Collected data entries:
+===+

@pytest.mark.parametrize("data, words", [
    ("[[1.0, 0.0]]", "at least two"),
    ("[]", "at least two"),
    ("12", "at least two"),
    ("[[1.0, 0.0], [2.0]]", "is not a pair"),
    ("[[1.0, 0.0], [2.0, 1e-20, 3]]", "is not a pair"),
    ("[[1.0, 0.0], 2.0]", "is not a pair"),
    ("[[1.0, 0.0], [2.0, high]]", "is not two finite numbers"),
    ("[[1.0, 0.0], [2.0, .nan]]", "is not two finite numbers"),
    ("[[1.0, 0.0], [.inf, 1e-20]]", "is not two finite numbers"),
    ("[[1.0, 0.0], [2.0, true]]", "is not two finite numbers"),
    ("[[1.0, 0.0], [1.0, 1e-20]]", "energies not strictly increasing at 1 eV"),
    ("[[1.0, 0.0], [3.0, 1e-20], [2.0, 1e-20]]", "energies not strictly increasing at 2 eV"),
    ("[[1.0, 0.0], [2.0, -1e-20]]", "negative cross section at 2 eV"),
])
def test_bad_data_tables(tmp_path, data, words):
    block = f"- id: ex\n  kind: excitation\n  threshold_eV: 1.0\n  data: {data}\n"
    expect(with_process(tmp_path, block), 10, "ex", words)


def test_negative_energy(tmp_path):
    block = "- id: att\n  kind: attachment\n  data: [[-1.0, 0.0], [2.0, 1e-20]]\n"
    expect(with_process(tmp_path, block), 9, "att", "negative energy")


def test_non_zero_below_threshold(tmp_path):
    block = "- id: ex\n  kind: excitation\n  threshold_eV: 11.5\n  data: [[11.0, 1e-22], [12.0, 1e-20]]\n"
    expect(with_process(tmp_path, block), 10, "ex", "non-zero cross section below threshold_eV 11.5")


def test_data_line_is_the_data_key_for_block_tables(tmp_path):
    block = ("- id: ex\n  kind: excitation\n  threshold_eV: 1.0\n  data:\n"
             "    - [1.0, 0.0]\n    - [2.0, -1.0e-20]\n")
    expect(with_process(tmp_path, block), 10, "ex", "negative cross section")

+===+

Check each line of the records for the word "expect", then state how many lines have it, as a number only.

4